Anfang April 2024 soll Kristijan B. erstmals Geld vom Konto der 75-Jährigen abgehoben und ausschließlich für eigene Zwecke verwendet haben. Seiner Nachbarin soll er indes erzählt haben, ein Bekannter von ihm benötige einen kurzfristigen Kredit in Höhe von 60 000 Euro und sei bereit, dafür monatlich 15 Prozent Zinsen zu zahlen. Die Seniorin ließ sich überzeugen. Der angebliche Kredit für den Bekannten von B. soll aber nur der Anfang gewesen sein.

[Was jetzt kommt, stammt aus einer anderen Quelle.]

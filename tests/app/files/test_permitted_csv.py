"""The permitted-angle table as people paste it."""

import csv
import io
from dataclasses import replace
from pathlib import Path

import numpy as np
import pytest

from app.files.delimited import cell_text
from app.files.permitted_csv import write_permitted_csv
from geometry.assess import Assessment
from geometry.spans import Span
from tests.app.files.assessments import (
    named,
    one_couch_angle,
    plain,
    provenance,
    with_readouts,
    without_travel,
)

# The order is a contract: other people's spreadsheets rely on it.
HEADER = (
    "couch_deg,gantry_from_deg,gantry_to_deg,gantry_extent_deg,least_clearance_mm,machine_part,couch_part,required_mm,"
    "gantry_tolerance_deg,couch_tolerance_deg,edge_deg,version,date,caution,room,setup,fingerprint"
)


def text_of(assessment: Assessment, tmp_path: Path) -> str:
    path = tmp_path / "angles.csv"
    write_permitted_csv(assessment, provenance(assessment), path)
    return path.read_bytes().decode("utf-8")


def rows_of(assessment: Assessment, tmp_path: Path) -> list[dict[str, str]]:
    return list(csv.DictReader(io.StringIO(text_of(assessment, tmp_path), newline="")))


def test_the_header_and_the_line_ends_are_the_contract(tmp_path: Path) -> None:
    text = text_of(plain(), tmp_path)
    assert text.startswith(HEADER + "\r\n")
    assert text.endswith("\r\n")
    assert "\n" not in text.replace("\r\n", "")


def test_every_span_has_a_row_and_every_couch_angle_at_least_one(tmp_path: Path) -> None:
    assessment = plain()
    rows = rows_of(assessment, tmp_path)
    assert len(rows) == len(assessment.spans)
    for row, span in zip(rows, assessment.spans, strict=True):
        assert float(row["couch_deg"]) == span.couch_deg % 360.0
        assert float(row["gantry_from_deg"]) == pytest.approx(span.gantry_from_deg % 360.0, abs=1e-9)
        assert float(row["gantry_to_deg"]) == pytest.approx(span.gantry_to_deg % 360.0, abs=1e-9)
        assert float(row["gantry_extent_deg"]) == pytest.approx(span.extent_deg, abs=1e-9)
    assert {float(row["couch_deg"]) for row in rows} == {angle % 360.0 for angle in assessment.map.couch_deg}


def test_bounds_are_rounded_down_and_not_below_what_is_required(tmp_path: Path) -> None:
    for row, span in zip(rows_of(plain(), tmp_path), plain().spans, strict=True):
        assert span.least_clearance_mm - 0.001 <= float(row["least_clearance_mm"]) <= span.least_clearance_mm + 1e-8
        assert float(row["least_clearance_mm"]) >= float(row["required_mm"])
        assert float(row["required_mm"]) == pytest.approx(span.required_mm, abs=0.001)
        assert row["machine_part"].split("/")[0] in {"gantry", "room"}
        assert row["couch_part"].split("/")[0] in {"couch", "room"}


def test_a_gantry_free_from_minus_185_to_185_reads_175_185_370(tmp_path: Path) -> None:
    assessment = plain()
    whole = replace(assessment, spans=(Span(0.0, -185.0, 185.0, 61.8, 0, 2, 24.0),))
    row = next(row for row in rows_of(whole, tmp_path) if row["couch_deg"] == "0")
    assert (row["gantry_from_deg"], row["gantry_to_deg"], row["gantry_extent_deg"]) == ("175", "185", "370")


def test_a_couch_angle_with_nothing_permitted_has_empty_angles_and_extent_0(tmp_path: Path) -> None:
    assessment = plain()
    blocked = replace(assessment, spans=tuple(span for span in assessment.spans if span.couch_deg != 90.0))
    (row,) = [row for row in rows_of(blocked, tmp_path) if row["couch_deg"] == "90"]
    assert row["gantry_extent_deg"] == "0"
    for column in (
        "gantry_from_deg",
        "gantry_to_deg",
        "least_clearance_mm",
        "machine_part",
        "couch_part",
        "required_mm",
    ):
        assert row[column] == ""
    assert row["edge_deg"] == "1"
    assert row["fingerprint"]


def test_without_travel_nothing_is_permitted_and_every_row_says_why(tmp_path: Path) -> None:
    rows = rows_of(without_travel(), tmp_path)
    assert len(rows) == len(without_travel().map.couch_deg)
    assert {row["gantry_extent_deg"] for row in rows} == {"0"}
    assert all("NO TRAVEL" in row["caution"] for row in rows)


def test_every_row_tells_where_it_comes_from(tmp_path: Path) -> None:
    for row in rows_of(plain(), tmp_path):
        assert row["gantry_tolerance_deg"] == row["couch_tolerance_deg"] == "1"
        assert row["date"] == "2026-03-04"
        assert row["version"] == provenance(plain()).version
        assert row["fingerprint"] == provenance(plain()).fingerprint
        assert "DEMONSTRATION" in row["caution"]


def test_the_rooms_own_scales_follow_the_contract_columns(tmp_path: Path) -> None:
    assessment = with_readouts()
    header = text_of(assessment, tmp_path).split("\r\n", 1)[0]
    assert header == f"{HEADER},couch_readout_deg,gantry_from_readout_deg,gantry_to_readout_deg"
    for row in rows_of(assessment, tmp_path):
        assert float(row["couch_readout_deg"]) == (180.0 + float(row["couch_deg"])) % 360.0
        for end in ("from", "to"):
            shown, iec = float(row[f"gantry_{end}_readout_deg"]), float(row[f"gantry_{end}_deg"])
            assert shown == pytest.approx((180.0 - iec) % 360.0, abs=1e-9)


def test_a_bore_has_one_couch_angle(tmp_path: Path) -> None:
    (row,) = rows_of(one_couch_angle(), tmp_path)
    assert (row["couch_deg"], row["gantry_from_deg"], row["gantry_to_deg"]) == ("0", "180", "180")
    assert row["gantry_extent_deg"] == "360"


def test_where_nothing_had_to_be_checked_no_clearance_is_made_up(tmp_path: Path) -> None:
    assessment = one_couch_angle()
    free = replace(
        assessment, spans=(replace(assessment.spans[0], least_clearance_mm=np.inf, machine_part=-1, couch_part=-1),)
    )
    (row,) = rows_of(free, tmp_path)
    assert (row["least_clearance_mm"], row["machine_part"], row["couch_part"], row["required_mm"]) == ("", "", "", "")


@pytest.mark.parametrize("name", ['=HYPERLINK("x")', "+1", "-1+2", "@SUM(A1)"])
def test_a_name_cannot_become_a_formula(name: str, tmp_path: Path) -> None:
    for row in rows_of(named(plain(), name, name), tmp_path):
        assert row["room"] == row["setup"] == f"'{name}"


def test_names_with_commas_quotes_and_other_letters_come_back(tmp_path: Path) -> None:
    rows = rows_of(named(plain(), 'Kopf, "nah"', "Größe 直線"), tmp_path)
    assert rows[0]["setup"] == 'Kopf, "nah"'
    assert rows[0]["room"] == "Größe 直線"


def test_numbers_are_not_taken_for_formulas() -> None:
    assert [cell_text(cell) for cell in (-3.5, None, 0.1 + 0.2, "plain", "\t=1")] == [
        "-3.5",
        "",
        "0.3",
        "plain",
        "'\t=1",
    ]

Bereits Ende April 2024 soll der 55-Jährige seiner Nachbarin erneut von einer vermeintlich lukrativen Anlagemöglichkeit vorgeschwärmt haben. Mindestens 260 000 Euro sollte die alte Dame dafür locker machen. Um an das Geld in bar zu kommen, soll B. ihr gesagt haben, sie solle bei ihrer Bank angeben, sie brauche den Betrag für den Kauf eines Hauses in Kroatien. Für die Abwicklung der Bankangelegenheit soll Kristijan B. seiner Nachbarin Rechtsanwalt G. vorgeschlagen haben, woraufhin die 75-Jährige diesen mit einer Vollmacht ausstattete. Die Beträge, die G. für seine Dienste von Kristijan B. erhalten haben soll, nehmen sich im Vergleich zu den Summen, die dieser vom Konto der Seniorin abräumte, eher gering aus.

Rechtsanwalt G., so die Anklage, soll „zumindest billigend“ in Kauf genommen haben, dass Kristijan B. das Geld nicht im Sinne seiner Nachbarin investiert, sondern für sich verwendet. Doch die geplante Abhebung für den angeblichen Hauskauf scheiterte, weil Mitarbeiter der Bank, bei der die 75-Jährige ihr Geld verwahrte, den Betrag Rechtsanwalt G. nicht aushändigen wollten. Daraufhin sollen die Angeklagten die Seniorin dazu gebracht haben, ihr gesamtes Vermögen, alles in allem knapp über 1,7 Millionen Euro, auf ein Konto bei einer anderen Bank zu transferieren.

In der Folgezeit soll Kristijan B. die 75-Jährige dazu gebracht haben, weitere Kredite an vermeintliche Geschäftsleute zu traumhaften Zinsen in Höhe von 20 Prozent zu vermitteln. Bei einem der Kreditnehmer handelte es sich um einen angeblichen Unternehmer, der für den FC Bayern München den Rasen pflegt.

Ende 2024 befanden sich den Ermittlungen zufolge noch rund 1,3 Millionen Euro auf dem Konto der Seniorin. Zwischenzeitlich habe wegen eines risikoreichen Immobiliengeschäfts in Grünwald, zu dem die Angeklagten der Seniorin geraten haben sollen, sogar der Verlust fast ihres gesamten Vermögens gedroht, so die Staatsanwaltschaft. Ein Urteil in dem Prozess wird für Anfang April erwartet.